Your objective -
Scan the records beneath this line for the line holding "export type Included" and the line holding "still?: boolean): number", then transcribe exactly those two and all lines between.
:: Data provided ::
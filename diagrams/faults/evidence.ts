import type { Fits } from './tolerance-rule'

/** What all readings say of one cell. */
export interface CellEvidence {
  /** Battery scales that fit each reading, by state; empty where none does. Same order as the readings. */
  fits: Fits[]
  /** ln of the probability of the readings, the battery averaged over where it may stand. */
  logLikelihood: number
}

/** Which readings a question is asked of. */
export type Included = (index: number) => boolean

export interface Evidence {
  /** Readings with the same number were taken in the same condition: the parts were in one state. */
  readonly conditions: number[]
  readonly good: CellEvidence
  /** Same order as the model's hypotheses and their cells. */
  readonly cells: CellEvidence[][]
  /** ln of the probability of the readings, of the good circuit and of every cell. */
  readonly goodLog: number
  readonly logs: readonly Float64Array[]
  /**
   * The one rule: can this cell give all included readings, one and the same battery behind them, and its parts in
   * one and the same state throughout each condition? Hypothesis −1 is the good circuit.
   */
  fits(hypothesis: number, cell: number, included?: Included): boolean
  /**
   * What is to be added to a cell's log because parts off the drawing are the same ones in every reading: worked out
   * for the few cells that hold the odds. With `still`, as if every reading lay where the cell foretells it.
   */
  shared?(hypothesis: number, cell: number, still?: boolean): number
  /** How far between a cell's low and high severity the readings lie, 0 to 1, on its logarithmic scale. */
  within?(hypothesis: number, cell: number): number
}
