import type { Reading } from '../document/reading-schema'
import type { Evidence } from './evidence'
import type { FaultModel } from './fault-model'
import type { Misfit } from './misfit'
import type { WeightOf } from './pair-member'
import { searchPairs, type PairSearch } from './pair-search'
import type { ReportEvidence } from './report-evidence'
import type { Steps } from './steps'

/**
 * Two faults, or one fault and one slipped reading? Asked only where no single fault, nor none, explains the
 * readings. The pairs, when there are two faults; null when a reading has to be taken again.
 *
 * 1. A value above any source is a slip: no pair of faults shows it either.
 * 2. Where no pair explains all readings, the reading whose removal comes nearest has to be taken again.
 * 3. Where a pair explains them, and no single fault does whichever one reading is set aside, there are two
 *    faults: two slips in one trace are rarer than two faults.
 * 4. Where both hold, the odds decide. A pair has the odds of one fault times those of another, independent one
 *    (`secondFaultShare`), and foretells the doubtful reading to the meter's accuracy. A slip has `slipShare`
 *    a reading, and what a slipped reading shows is mostly nothing or the battery (`shownBySlip`). All pairs together
 *    stand against all single faults with any one reading set aside. Where only one reading speaks of the
 *    second fault both stories are about as likely; it costs half a minute to take it again, and a second fault
 *    believed too early sends someone looking for it. So two faults must be the likelier story by `asked` to 1.
 */
export function* twoFaultsIn(
  model: FaultModel,
  readings: readonly Reading[],
  evidence: Evidence,
  misfit: Misfit,
  weightOf: WeightOf,
  told: ReportEvidence | null = null,
): Steps<PairSearch | null> {
  if (misfit.above) return null
  const search = yield* searchPairs(model, evidence, readings, weightOf, told)
  if (search.boxes.length === 0) return null
  return search.logEvidence - misfit.logSlip > Math.log(asked) ? search : null
}

const asked = 3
:::
Expected answer -
export type Included = (index: number) => boolean

export interface Evidence {
  /** Readings with the same number were taken in the same condition: the parts were in one state. */
  readonly conditions: number[]
  readonly good: CellEvidence
  /** Same order as the model's hypotheses and their cells. */
  readonly cells: CellEvidence[][]
  /** ln of the probability of the readings, of the good circuit and of every cell. */
  readonly goodLog: number
  readonly logs: readonly Float64Array[]
  /**
   * The one rule: can this cell give all included readings, one and the same battery behind them, and its parts in
   * one and the same state throughout each condition? Hypothesis −1 is the good circuit.
   */
  fits(hypothesis: number, cell: number, included?: Included): boolean
  /**
   * What is to be added to a cell's log because parts off the drawing are the same ones in every reading: worked out
   * for the few cells that hold the odds. With `still`, as if every reading lay where the cell foretells it.
   */
  shared?(hypothesis: number, cell: number, still?: boolean): number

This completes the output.